As the subtitle suggests, the book examines a practice that, given history, one might think would be entirely odious: pigeonholing individuals based on their genetic heritage. And most often the purpose is not to make sure everyone's treated equally: it's to make sure that people with favored genes get treated better, and (hence) the disfavored get treated worse.

I've been bugged about this for quite awhile. My first blog post on the topic seems to be nearly 18 years old.

Bernstein states his overall thesis right in paragraph one:

Official American racial and ethnic classifications are arbitrary and inconsistent, both in how they are defined and how they are enforced. The categories are socially constructed and historically contingent. The evolved from older racist categories and have barely been updated since the 1970s.

So that's pretty bad, but you'll probably come up with a bunch more, even nastier, adjectives as you read through the book; I know I did.

Bernstein presents the history without explicit outrage, just the facts ma'am, and it's all the more powerful for that. The official rules concern race and ethnicity. But the only "ethnicities" in which government is concerned are "Hispanic" and "non-Hispanic". And defining "Hispanic" is problematic: is it based on where (some of) your long-lost ancestors originated? The language they spoke? The language you speak? Or maybe your last name?

And (wait a minute) if the purpose of such classification is to track down invidious discrimination in the past and present, there are plenty of groups that have had (and some that continue to have) a raw deal: Jews (not to mention Hasidic Jews); Poles; Irish; Arabs; … I could go on.
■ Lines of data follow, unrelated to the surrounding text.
using System.Text.Json;
using FlowSolve.Core.Friction;

namespace FlowSolve.Api.Tests.Friction;

public sealed class FrictionEndpointsTests(ApiFixture api)
{
    public static TheoryData<double, double> WhiteTable => new()
    {
        // F. M. White, Fluid Mechanics, chapter on dimensional analysis: tabulation at e/D = 0.005 (three figures).
        { 15_000, 0.0356 }, { 75_000, 0.0316 }, { 250_000, 0.0308 }, { 900_000, 0.0305 }, { 3_330_000, 0.0304 },
    };

    [Theory]
    [MemberData(nameof(WhiteTable))]
    public async Task Get_WhiteTabulation_WithinThreeFigures(double re, double published)
    {
        var r = await api.GetJson($"/v1/friction-factor?reynolds={re}&relativeRoughness=0.005");
        Assert.Equal(200, r.Status);
        Assert.Equal(published, r.Body.GetProperty("frictionFactor").GetDouble(), 0.005 * published);
        Assert.Equal("turbulent", r.Body.GetProperty("regime").GetString());
        Assert.True(r.Body.GetProperty("converged").GetBoolean());
        Assert.InRange(r.Body.GetProperty("iterations").GetInt32(), 1, 6);
    }

    [Fact]
    public async Task Get_ResponseHasContractFields()
    {
        var r = await api.GetJson("/v1/friction-factor?reynolds=75000&relativeRoughness=0.005");
        foreach (var name in new[] { "frictionFactor", "method", "regime", "iterations", "converged", "residual", "validity", "warnings", "approximations", "assumptions" })
            Assert.True(r.Body.TryGetProperty(name, out _), $"missing {name}");
        var approximations = r.Body.GetProperty("approximations").EnumerateArray().ToArray();
        Assert.Equal(["swamee-jain", "haaland", "churchill", "serghides"], approximations.Select(a => a.GetProperty("method").GetString()));
        double exact = r.Body.GetProperty("frictionFactor").GetDouble();
        foreach (var a in approximations)
        {
            // The deviation is what the published formula gives against the exact value at these inputs.
            double f = a.GetProperty("frictionFactor").GetDouble();
            Assert.Equal((f / exact - 1) * 100, a.GetProperty("deviationPercent").GetDouble(), 1e-9);
            Assert.True(a.GetProperty("inRange").GetBoolean());
        }
        Assert.Equal(ExplicitFriction.Haaland(75000, 0.005), approximations[1].GetProperty("frictionFactor").GetDouble());
    }

    [Fact]
    public async Task Post_RoughnessAndDiameter_SameAsRelativeRoughness()
    {
        var a = await api.PostJson("/v1/friction-factor", new { reynolds = 2.5e5, roughness = 0.00026, diameter = 0.3 });
        var b = await api.PostJson("/v1/friction-factor", new { reynolds = 2.5e5, relativeRoughness = 0.00026 / 0.3 });
        Assert.Equal(200, a.Status);
        Assert.Equal(b.Body.GetProperty("frictionFactor").GetDouble(), a.Body.GetProperty("frictionFactor").GetDouble());
        Assert.Contains(a.Body.GetProperty("assumptions").EnumerateArray(), x => x.GetProperty("field").GetString() == "relativeRoughness");
    }

    [Theory]
    [InlineData("swamee-jain")]
    [InlineData("haaland")]
    [InlineData("churchill")]
    [InlineData("serghides")]
    public async Task Get_ExplicitMethod_ReturnsThatMethodAndExactBeside(string method)
    {
        var r = await api.GetJson($"/v1/friction-factor?reynolds=200000&relativeRoughness=0.0002&method={method}");
        Assert.Equal(200, r.Status);
        Assert.Equal(method, r.Body.GetProperty("method").GetString());
        FrictionMethodInfo.TryParse(method, out var info);
        Assert.Equal(ExplicitFriction.Evaluate(info.Method, 200000, 0.0002), r.Body.GetProperty("frictionFactor").GetDouble());
        Assert.Equal(ColebrookWhite.Solve(200000, 0.0002).FrictionFactor, r.Body.GetProperty("exactFrictionFactor").GetDouble());
    }

    [Fact]
    public async Task Get_Laminar_Is64OverRe()
    {
        var r = await api.GetJson("/v1/friction-factor?reynolds=1200&relativeRoughness=0.001");
        Assert.Equal(64 / 1200.0, r.Body.GetProperty("frictionFactor").GetDouble(), 1e-15);
        Assert.Equal("laminar", r.Body.GetProperty("regime").GetString());
    }

    [Fact]
    public async Task Get_Transitional_WarnsWithStableCode()
    {
        var r = await api.GetJson("/v1/friction-factor?reynolds=3000&relativeRoughness=0.001");
        Assert.Equal("transitional", r.Body.GetProperty("regime").GetString());
        Assert.Contains(r.Body.GetProperty("warnings").EnumerateArray(), w => w.GetProperty("code").GetString() == "transitional-flow");
    }

    [Fact]
    public async Task Get_OutsideColebrookRange_WarnsAndValidityShowsOutOfRange()
    {
        var r = await api.GetJson("/v1/friction-factor?reynolds=3e8&relativeRoughness=0.07");
        var codes = r.Body.GetProperty("warnings").EnumerateArray().Select(w => w.GetProperty("code").GetString()).ToArray();
        Assert.Contains("reynolds-above-range", codes);
        Assert.Contains("relative-roughness-above-range", codes);
        Assert.All(r.Body.GetProperty("validity").EnumerateArray(), v => Assert.False(v.GetProperty("inRange").GetBoolean()));
    }

    [Fact]
    public async Task Get_Trace_ListsEachIteration()
    {
        var r = await api.GetJson("/v1/friction-factor?reynolds=1e6&relativeRoughness=1e-4&trace=true");
        var trace = r.Body.GetProperty("trace").EnumerateArray().ToArray();
        Assert.Equal(r.Body.GetProperty("iterations").GetInt32(), trace.Length);
        Assert.All(trace, t => Assert.Equal("newton", t.GetProperty("kind").GetString()));
    }

    public static TheoryData<string, string> BadQueries => new()
    {
        { "relativeRoughness=0.005", "reynolds" },                     // missing
        { "reynolds=abc&relativeRoughness=0.005", "reynolds" },        // not a number
        { "reynolds=0&relativeRoughness=0.005", "reynolds" },          // zero
        { "reynolds=-5&relativeRoughness=0.005", "reynolds" },         // negative
        { "reynolds=NaN&relativeRoughness=0.005", "reynolds" },        // NaN
        { "reynolds=Infinity&relativeRoughness=0.005", "reynolds" },   // infinite
        { "reynolds=1e309&relativeRoughness=0.005", "reynolds" },      // overflows to infinity
        { "reynolds=1e16&relativeRoughness=0.005", "reynolds" },       // out of range
        { "reynolds=1e5&relativeRoughness=-0.1", "relativeRoughness" },
        { "reynolds=1e5&relativeRoughness=1", "relativeRoughness" },
        { "reynolds=1e5&relativeRoughness=x1", "relativeRoughness" },
        { "reynolds=1e5", "relativeRoughness" },
        { "reynolds=1e5&roughness=0.5&diameter=0.1", "roughness" },
        { "reynolds=1e5&roughness=0.001&diameter=0", "diameter" },
        { "reynolds=1e5&roughness=0.001", "diameter" },
        { "reynolds=1e5&relativeRoughness=0.001&method=moody", "method" },
        { "reynolds=1e5&relativeRoughness=0.001&laminarLimit=50", "laminarLimit" },
        { "reynolds=1e5&relativeRoughness=0.001&trace=maybe", "trace" },
    };

    [Theory]
    [MemberData(nameof(BadQueries))]
    public async Task Get_BadInput_400NamesField(string query, string field) =>
        ProblemAssert.NamesField(await api.GetJson("/v1/friction-factor?" + query), 400, field);

    [Fact]
    public async Task Post_BadInputs_EachFieldNamed()
    {
        var r = await api.PostJson("/v1/friction-factor", new { reynolds = -1.0, relativeRoughness = 2.0, method = "x" });
        ProblemAssert.NamesField(r, 400, "reynolds");
        ProblemAssert.NamesField(r, 400, "relativeRoughness");
        ProblemAssert.NamesField(r, 400, "method");
    }

    public static TheoryData<string, string> BadBodies => new()
    {
        { """{"reynolds":"abc","relativeRoughness":0.001}""", "reynolds" },    // wrong JSON type
        { """{"reynolds":1e5,"relativeRoughnes":0.001}""", "relativeRoughnes" }, // misspelt field
        { """{"reynolds":1e5,"relativeRoughness":""", "relativeRoughness" },     // truncated JSON, broken at this field
        { """{"reynolds":1e5,""", "body" },                                      // truncated JSON
        { """[1,2,3]""", "body" },                                               // not an object
        { """{"reynolds":NaN,"relativeRoughness":0.001}""", "reynolds" },        // NaN is not JSON
        { """{"reynolds":1e400,"relativeRoughness":0.001}""", "reynolds" },      // overflows
        { "", "body" },
    };

    [Theory]
    [MemberData(nameof(BadBodies))]
    public async Task Post_MalformedBody_400NamesField(string body, string field) =>
        ProblemAssert.NamesField(await api.PostRaw("/v1/friction-factor", body, "application/json"), 400, field);

    [Fact]
    public async Task Post_WrongContentType_415Problem()
    {
        var r = await api.PostRaw("/v1/friction-factor", """{"reynolds":1e5}""", "text/plain");
        Assert.Equal(415, r.Status);
        Assert.Equal("application/problem+json", r.ContentType);
    }

    [Fact]
    public async Task Get_UnknownRoute_404Problem()
    {
        var r = await api.GetJson("/v1/no-such-calculation");
        Assert.Equal(404, r.Status);
        Assert.Equal("application/problem+json", r.ContentType);
    }
}
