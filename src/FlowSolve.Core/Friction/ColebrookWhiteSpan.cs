using System.Runtime.CompilerServices;
using System.Runtime.InteropServices;
using System.Runtime.Intrinsics;

namespace FlowSolve.Core.Friction;

/// <summary>What a span solve of Colebrook-White did, element by element summed up.</summary>
/// <param name="Count">Elements solved.</param>
/// <param name="WorstIterations">The largest iteration count of any element (0 for an empty span).</param>
/// <param name="NotConverged">Elements whose solve stopped without converging (as the scalar solve's status says);
/// their factor is the scalar solve's best iterate and must not be used.</param>
/// <param name="FirstNotConverged">Index of the first of them, or -1.</param>
/// <param name="Invalid">Elements with an argument the scalar solve refuses (a Reynolds number not finite and positive,
/// a relative roughness outside [0, 1), NaN): their factor is NaN and their iteration count 0.</param>
/// <param name="FirstInvalid">Index of the first of them, or -1.</param>
public readonly record struct ColebrookSpanResult(int Count, int WorstIterations, int NotConverged, int FirstNotConverged,
    int Invalid, int FirstInvalid)
{
    /// <summary>True when every element had valid arguments and converged.</summary>
    public bool AllConverged => NotConverged == 0 && Invalid == 0;
}
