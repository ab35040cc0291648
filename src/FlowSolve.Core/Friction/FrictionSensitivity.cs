using System.Runtime.CompilerServices;

namespace FlowSolve.Core.Friction;

/// <summary>The partial derivatives of a Darcy friction factor f(Re, e/D).</summary>
/// <param name="Reynolds">df/dRe (dimensionless per unit Reynolds number).</param>
/// <param name="RelativeRoughness">df/d(e/D).</param>
public readonly record struct FrictionPartials(double Reynolds, double RelativeRoughness);

/// <summary>
/// df/dRe and df/d(e/D) of the relation that gave a friction factor, analytically: the laminar law directly,
/// Colebrook-White by implicit differentiation of the solved equation (<see cref="ColebrookResult.Derivatives"/>),
/// and each explicit approximation by the chain rule through its own formula (forward-mode differentiation with a
/// value-and-derivative pair, so the derivative is exact to rounding, not a difference quotient).
/// </summary>
/// <remarks>Allocation-free and thread-safe.</remarks>
public static class FrictionSensitivity
{
    /// <summary>The partials of the relation recorded in <paramref name="result"/> at its inputs.</summary>
    /// <param name="result">A result of <see cref="DarcyFriction.Compute"/>.</param>
    /// <param name="reynolds">The Reynolds number it was computed at.</param>
    /// <param name="relativeRoughness">The relative roughness it was computed at.</param>
    public static FrictionPartials Of(in FrictionResult result, double reynolds, double relativeRoughness)
    {
        string relation = result.Relation;
        if (relation == DarcyFriction.LaminarRelation) return new(-result.FrictionFactor / reynolds, 0.0);
        if (relation == FrictionMethodInfo.ColebrookWhite.Code)
        {
            var (dRe, dR) = new ColebrookResult(result.FrictionFactor, 0, 0, 0.0, result.Status, reynolds, relativeRoughness).Derivatives();
            return new(dRe, dR);
        }
        FrictionMethodInfo.TryParse(relation, out var info);
        return Explicit(info.Method, reynolds, relativeRoughness);
    }

    /// <summary>The partials of an explicit approximation (<see cref="ExplicitFriction"/>).</summary>
    /// <param name="method">An explicit method (not <see cref="FrictionMethod.ColebrookWhite"/>).</param>
    /// <param name="reynolds">Reynolds number.</param>
    /// <param name="relativeRoughness">Relative roughness e/D.</param>
    /// <exception cref="ArgumentOutOfRangeException">The method is not explicit.</exception>
    public static FrictionPartials Explicit(FrictionMethod method, double reynolds, double relativeRoughness)
    {
        var re = Dual.Variable(reynolds);
        var r = Dual.Constant(relativeRoughness);
        double dRe = Evaluate(method, re, r).Derivative;
        double dR = Evaluate(method, Dual.Constant(reynolds), Dual.Variable(relativeRoughness)).Derivative;
        return new(dRe, dR);
    }

    private static Dual Evaluate(FrictionMethod method, Dual re, Dual r) => method switch
    {
        FrictionMethod.SwameeJain => SwameeJain(re, r),
        FrictionMethod.Haaland => Haaland(re, r),
        FrictionMethod.Churchill => Churchill(re, r),
        FrictionMethod.Serghides => Serghides(re, r),
        _ => throw new ArgumentOutOfRangeException(nameof(method), method, "not an explicit approximation"),
    };

    // Each formula is written as in ExplicitFriction, operation for operation.
    private static Dual SwameeJain(Dual re, Dual r)
    {
        var l = Dual.Log(r / 3.7 + 5.74 / Dual.Pow(re, 0.9));
        return 1.325 / (l * l);
    }

    private static Dual Haaland(Dual re, Dual r)
    {
        var x = -1.8 / Math.Log(10) * Dual.Log(Dual.Pow(r / 3.7, 1.11) + 6.9 / re);
        return 1.0 / (x * x);
    }

    private static Dual Churchill(Dual re, Dual r)
    {
        var a = Dual.Pow(-2.457 * Dual.Log(Dual.Pow(7.0 / re, 0.9) + 0.27 * r), 16);
        var b = Dual.Pow(37530.0 / re, 16);
        return 8.0 * Dual.Pow(Dual.Pow(8.0 / re, 12) + Dual.Pow(a + b, -1.5), 1.0 / 12.0);
    }

    private static Dual Serghides(Dual re, Dual r)
    {
        const double twoOverLn10 = 0.86858896380650365530;
        var q = r / 3.7;
        var a = -twoOverLn10 * Dual.Log(q + 12.0 / re);
        var b = -twoOverLn10 * Dual.Log(q + 2.51 * a / re);
        var c = -twoOverLn10 * Dual.Log(q + 2.51 * b / re);
        var x = a - (b - a) * (b - a) / (c - 2.0 * b + a);
        return 1.0 / (x * x);
    }
}

/// <summary>A value with its derivative along one input (forward-mode differentiation); the chain rule is in the operators.</summary>
internal readonly struct Dual(double value, double derivative)
{
    public double Value { get; } = value;
    public double Derivative { get; } = derivative;

    public static Dual Variable(double x) => new(x, 1.0);
    public static Dual Constant(double x) => new(x, 0.0);

    public static Dual operator +(Dual a, Dual b) => new(a.Value + b.Value, a.Derivative + b.Derivative);
    public static Dual operator -(Dual a, Dual b) => new(a.Value - b.Value, a.Derivative - b.Derivative);
    public static Dual operator *(Dual a, Dual b) => new(a.Value * b.Value, a.Derivative * b.Value + a.Value * b.Derivative);
    public static Dual operator /(Dual a, Dual b) =>
        new(a.Value / b.Value, (a.Derivative * b.Value - a.Value * b.Derivative) / (b.Value * b.Value));
    public static Dual operator +(Dual a, double b) => new(a.Value + b, a.Derivative);
    public static Dual operator *(double a, Dual b) => new(a * b.Value, a * b.Derivative);
    public static Dual operator /(Dual a, double b) => new(a.Value / b, a.Derivative / b);
    public static Dual operator /(double a, Dual b) => new(a / b.Value, -a * b.Derivative / (b.Value * b.Value));

    [MethodImpl(MethodImplOptions.AggressiveInlining)]
    public static Dual Log(Dual a) => new(Math.Log(a.Value), a.Derivative / a.Value);

    [MethodImpl(MethodImplOptions.AggressiveInlining)]
    public static Dual Pow(Dual a, double p) => new(Math.Pow(a.Value, p), p * Math.Pow(a.Value, p - 1) * a.Derivative);
}
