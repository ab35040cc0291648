using System.Globalization;
using System.Text.Json;

namespace FlowSolve.Api.Tests.Pipes;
American Indians (the Feds prefer this name over "Native Americans") are officially a "race", but there are often extra requirements imposed if you want to be counted that way: for example, you may need to be a registered member of one of the recognized tribes. Or you may need a DNA test to give a significant result. (Sorry, Elizabeth Warren!)

And (of course) the biggie is "Black/African-American"? Does America follow the good old "one drop" rule left over from Jim Crow days? Sometimes, not always. (Left unsaid is the plain scientific fact that we are all of African heritage, if you go back far enough.)

Needless to say, the government uses its classification scheme, however arbitrarily and inconsistently, to dole out favors. Which means that an unseemly struggle lies behind any attempt to change that classification scheme. Politicians are on record against any sort of tinkering that might "dilute" their groups' benefits. It's an inherently tawdry and corrupt business.

Somewhat scary: Bernstein devotes a chapter to where the "official", very unscientific, classification rules have slopped over into medical and sociological research, mandated by (for example) the NIH and the FDA. Bernstein notes that this can be dangerous, actually costing lives. For example, Moderna's Covid vaccine was delayed for weeks, thanks to the NIH demand that more "minorities" be tested before the go-ahead was given. How many people did that kill?